== GIVEN RECORDS ==

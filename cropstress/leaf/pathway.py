"""One name for what C3 and C4 leaves do each in their own way.

The type of the leaf's record chooses the equations when the kernel is compiled, so the loops over lanes are
written once and neither pathway pays for the other.
"""

from __future__ import annotations

from collections.abc import Callable
from typing import Any

import numba
from numba.extending import overload

from cropstress.compiled import FAST_MATH
from cropstress.leaf import c3, c4
from cropstress.leaf.parameters import C3_LEAF

_C3_RECORD = numba.from_dtype(C3_LEAF)
_OPTIONS = {"fastmath": FAST_MATH, "error_model": "numpy", "forceinline": True}


def _by_pathway(name: Callable[..., Any], c3_relation: Any, c4_relation: Any) -> None:
    """Let compiled code that calls `name` use the relation of the leaf's own pathway."""

    def choose(leaf: Any, *arguments: Any) -> Callable[..., Any]:
        relation = c3_relation if leaf == _C3_RECORD else c4_relation
        return relation.py_func  # type: ignore[no-any-return]

    overload(name, strict=False, jit_options=_OPTIONS)(choose)


def leaf_state(leaf: Any, *arguments: Any) -> Any:
    """State of a leaf at its temperature and light: `c3_state` or `c4_state`."""


def state_kept(leaf: Any, *arguments: Any) -> Any:
    """Write a state into the rows of a workspace."""


def state_found(leaf: Any, *arguments: Any) -> Any:
    """Read a state from the rows of a workspace."""


def limiting_rates(leaf: Any, *arguments: Any) -> Any:
    """Both limiting net rates, by enzymes and by light, at a given intercellular CO2."""


def improved_rates(leaf: Any, *arguments: Any) -> Any:
    """Both limiting net rates nearer to where each meets the stomata by itself."""


def net_rate(leaf: Any, *arguments: Any) -> Any:
    """Net rate that follows from the limits."""


def carboxylation(leaf: Any, *arguments: Any) -> Any:
    """Carboxylation and oxygenation at a given intercellular CO2 and net rate."""


_by_pathway(leaf_state, c3.c3_state, c4.c4_state)
_by_pathway(state_kept, c3.c3_kept, c4.c4_kept)
_by_pathway(state_found, c3.c3_found, c4.c4_found)
_by_pathway(limiting_rates, c3.c3_rates, c4.c4_rates)
_by_pathway(improved_rates, c3.c3_improved_rates, c4.c4_improved_rates)
_by_pathway(net_rate, c3.c3_net_rate, c4.c4_net_rate)
_by_pathway(carboxylation, c3.c3_carboxylation, c4.c4_carboxylation)
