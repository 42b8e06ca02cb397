"""One leaf at one moment: photosynthesis, stomata and leaf temperature, solved together."""
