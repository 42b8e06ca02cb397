"""Files: from names and patterns to lazily opened NetCDF datasets, and what is wrong with them."""

from __future__ import annotations

import glob
import os
import warnings
from collections.abc import Hashable, Iterable
from dataclasses import dataclass
from pathlib import Path

import numpy as np
import xarray as xr

from cropstress.errors import Fault, count_of, nearest

Names = str | os.PathLike[str] | Iterable[str | os.PathLike[str]]

# First bytes of files; the formats' own specifications (common knowledge).
_NETCDF = (b"CDF\x01", b"CDF\x02", b"CDF\x05", b"\x89HDF")
_OTHER_FORMATS = {
    b"PK\x03\x04": ("a ZIP archive", "Unpack it and name the NetCDF files inside."),
    b"\x1f\x8b": ("compressed with gzip", "Unpack it first."),
    b"GRIB": ("a GRIB file", "Convert it to NetCDF."),
    b"II*\x00": ("a TIFF image", "Convert it to NetCDF."),
    b"II+\x00": ("a TIFF image", "Convert it to NetCDF."),
    b"MM\x00*": ("a TIFF image", "Convert it to NetCDF."),
    b"MM\x00+": ("a TIFF image", "Convert it to NetCDF."),
    b"<": ("a web page or XML text, perhaps the error page of a download", "Download it again."),
}
_ZARR = (".zgroup", ".zarray", "zarr.json")  # one of them marks a Zarr store; the format's own specification
#: Files without chunks (NetCDF-3, contiguous NetCDF-4) are read in pieces of at most this size [byte], since
#: a piece is always read whole; chosen here, some days of a large grid.
UNCHUNKED_BYTES = 32 * 2**20
#: Notes of xarray about other people's files that change nothing that is read here.
_HARMLESS = ("Variable\\(s\\) referenced in", ".*has multiple fill values")


@dataclass(frozen=True)
class OpenFile:
    """A NetCDF file, opened.

    Attributes
    ----------
    path : Path
        Where it is.
    label : str
        How messages and results name it; never an absolute path.
    dataset : xarray.Dataset
        Lazy, on the file's own chunks where it has any; scaled and masked, times not decoded.
    """

    path: Path
    label: str
    dataset: xr.Dataset


def find_files(names: Names, base: Path | None = None) -> tuple[list[Path], list[Fault]]:
    """Find the files that names and patterns stand for.

    Parameters
    ----------
    names : str, path or iterable of them
        File names or patterns with `*`, `?`, `[...]`, `**`.
    base : Path, optional
        The folder relative names start from; the current one by default.

    Returns
    -------
    list of Path
        Each file once, those of a pattern sorted by name.
    list of Fault
        Missing files, patterns that fit nothing, folders.
    """
    given = [names] if isinstance(names, str | os.PathLike) else list(names)
    base = Path.cwd() if base is None else Path(base)
    found: dict[Path, None] = {}
    faults: list[Fault] = []
    if not given:
        faults.append(
            Fault("no files are given", "weather.files", "Name at least one NetCDF file or a pattern.")
        )
    for name in given:
        try:
            fitting, fault = _fitting(name, base)
        except OSError as error:
            remedy = "Check the name and the permissions of the folders in it."
            faults.append(Fault(f"this file cannot be looked for ({error.strerror})", str(name), remedy))
            continue
        found |= dict.fromkeys(fitting)
        faults += [fault] if fault else []
    return list(found), faults


def find_one_file(name: str | os.PathLike[str], base: Path | None = None) -> tuple[Path | None, list[Fault]]:
    """Find the one file that a name stands for.

    Parameters
    ----------
    name : str or path
        A file name, or a pattern that one file fits.
    base : Path, optional
        The folder a relative name starts from; the current one by default.

    Returns
    -------
    Path or None
    list of Fault
        Missing, a folder, or several that fit.
    """
    paths, faults = find_files(name, base)
    if len(paths) > 1:
        labels = ", ".join(label_of(path, base) for path in paths)
        faults.append(Fault(f"one file is needed here, and {len(paths)} fit: {labels}", str(name), "Name one of them."))
    return (None if faults else paths[0]), faults


def _fitting(name: str | os.PathLike[str], base: Path) -> tuple[list[Path], Fault | None]:
    """Return the files that a name or a pattern stands for, or why there are none."""
    path = base / name
    if path.is_dir():
        if any((path / sign).exists() for sign in _ZARR):
            return [], Fault("this is a Zarr store, not a NetCDF file", str(name), "Convert it to NetCDF.")
        remedy = f'Name the files in it, for example "{Path(name).as_posix()}/*.nc".'
        return [], Fault("this is a folder, not a file", str(name), remedy)
    if path.exists():
        return [path], None
    if not glob.has_magic(str(name)):
        return [], _missing(path, str(name), base)
    # Only what is a pattern in the name: the folder before it may hold brackets of its own.
    fitting = sorted(glob.glob(os.fspath(name), root_dir=base, recursive=True))
    files = [base / each for each in fitting if (base / each).is_file()]
    if files:
        return files, None
    remedy = _slashes(str(name), base) or f"Check the pattern; {_inside(path.parent)}."
    return [], Fault("no file fits this pattern", str(name), remedy)


def open_files(paths: Iterable[Path], base: Path | None = None) -> tuple[list[OpenFile], list[Fault]]:
    """Open files lazily.

    Parameters
    ----------
    paths : iterable of Path
        The files.
    base : Path, optional
        The folder their labels are relative to.

    Returns
    -------
    list of OpenFile
    list of Fault
        Files that may not be read, are not NetCDF, or are damaged.
    """
    opened: list[OpenFile] = []
    faults: list[Fault] = []
    for path in paths:
        label = label_of(path, base)
        fault = _unreadable(path, label)
        if fault is not None:
            faults.append(fault)
            continue
        try:
            dataset = _open(path)
        except Exception as error:  # whatever the libraries raise at other people's files
            reason = str(getattr(error, "strerror", None) or error).replace(str(path), label)
            remedy = "It is damaged or was cut short: copy or download it again."
            if not isinstance(error, OSError | RuntimeError):
                remedy = "An attribute in it is not as CF wants it: look at its header and write the file anew."
            faults.append(Fault(f"the file cannot be opened as NetCDF ({reason})", label, remedy))
            continue
        odd = _odd_packing(dataset, label)
        faults += odd
        opened += [] if odd else [OpenFile(path, label, dataset)]
    return opened, faults


def _odd_packing(dataset: xr.Dataset, label: str) -> list[Fault]:
    """Return a fault for each variable that is packed by something else than numbers."""
    return [
        Fault(f"its {key} is no number: {value!r}", f"{label}: {name}", f"Write {key} as a number.")
        for name, variable in dataset.variables.items()
        for key, value in variable.encoding.items()
        if key in ("scale_factor", "add_offset") and not _is_number(value)
    ]


def _is_number(value: object) -> bool:
    array = np.asarray(value)
    return array.size == 1 and array.dtype.kind in "fiu"


def label_of(path: Path, base: Path | None) -> str:
    """Return how a file is named in messages and results: relative to the base, or by its last name."""
    base = Path.cwd() if base is None else Path(base)
    try:
        return path.relative_to(base).as_posix()
    except ValueError:
        return path.name


def _open(path: Path) -> xr.Dataset:
    """Open a file on its own chunks; large variables that have none are cut along their first dimension."""
    dataset = _lazy(path, {})
    largest = max(dataset.variables.values(), key=lambda variable: variable.nbytes, default=None)
    has_chunks = any(variable.encoding.get("chunksizes") for variable in dataset.variables.values())
    if largest is None or has_chunks or largest.nbytes <= UNCHUNKED_BYTES or largest.shape[0] < 2:
        return dataset
    dataset.close()
    slices = max(1, UNCHUNKED_BYTES * largest.shape[0] // largest.nbytes)
    return _lazy(path, {largest.dims[0]: slices})


def _lazy(path: Path, chunks: dict[Hashable, int]) -> xr.Dataset:
    with warnings.catch_warnings():
        for text in _HARMLESS:
            warnings.filterwarnings("ignore", message=text)
        return xr.open_dataset(
            path,
            engine="netcdf4",
            chunks=chunks,
            decode_coords="all",
            decode_times=False,
            decode_timedelta=False,
        )


def _missing(path: Path, name: str, base: Path) -> Fault:
    remedy = _slashes(name, base) or f"Check the name; {_inside(path.parent)}."
    if path.parent.is_dir():
        alike = nearest(path.name, (each.name for each in path.parent.iterdir()))
        if alike:
            remedy = f"Did you mean '{alike}'?"
    return Fault("there is no such file", name, remedy)


def _slashes(name: str, base: Path) -> str:
    """Return what to do where backslashes, which separate folders on Windows only, keep a file from being found."""
    turned = name.replace("\\", "/")
    if turned == name or not (glob.glob(turned, root_dir=base, recursive=True) or (base / turned).exists()):
        return ""
    return f'Write it with forward slashes: "{turned}".'


def _inside(folder: Path) -> str:
    if not folder.is_dir():
        return f"there is no folder '{folder.name}' either"
    count = sum(1 for each in folder.iterdir() if each.suffix.lower() in (".nc", ".nc4"))
    return f"the folder '{folder.name}' holds {count_of(count, 'file that ends', 'files that end')} in .nc"


def _unreadable(path: Path, label: str) -> Fault | None:
    """Return what keeps a file from being read as NetCDF, judged by its first bytes."""
    try:
        with path.open("rb") as file:
            start = file.read(8)
    except PermissionError:
        return Fault(
            "you have no permission to read this file", label, "Ask its owner, or copy one you may read."
        )
    except OSError as error:
        return Fault(
            f"the file cannot be read ({error.strerror})", label, "Check the disk or the connection."
        )
    if start.startswith(_NETCDF):
        return None
    if not start:
        return Fault("the file is empty", label, "Copy or download it again.")
    for sign, (words, remedy) in _OTHER_FORMATS.items():
        if start.startswith(sign):
            return Fault(f"this is not a NetCDF file but {words}", label, remedy)
    return Fault("this is not a NetCDF file", label, "Take it out of `files`, or convert it to NetCDF.")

== TASK PROMPT ==
All lines from the beginning of the material above through the one with "import numba" need to be returned exactly; please return those and only those.

== ANSWER SPACE ==
filename cropstress/leaf/pathway.py
"""One name for what C3 and C4 leaves do each in their own way.

The type of the leaf's record chooses the equations when the kernel is compiled, so the loops over lanes are
written once and neither pathway pays for the other.
"""

from __future__ import annotations

from collections.abc import Callable
from typing import Any

import numba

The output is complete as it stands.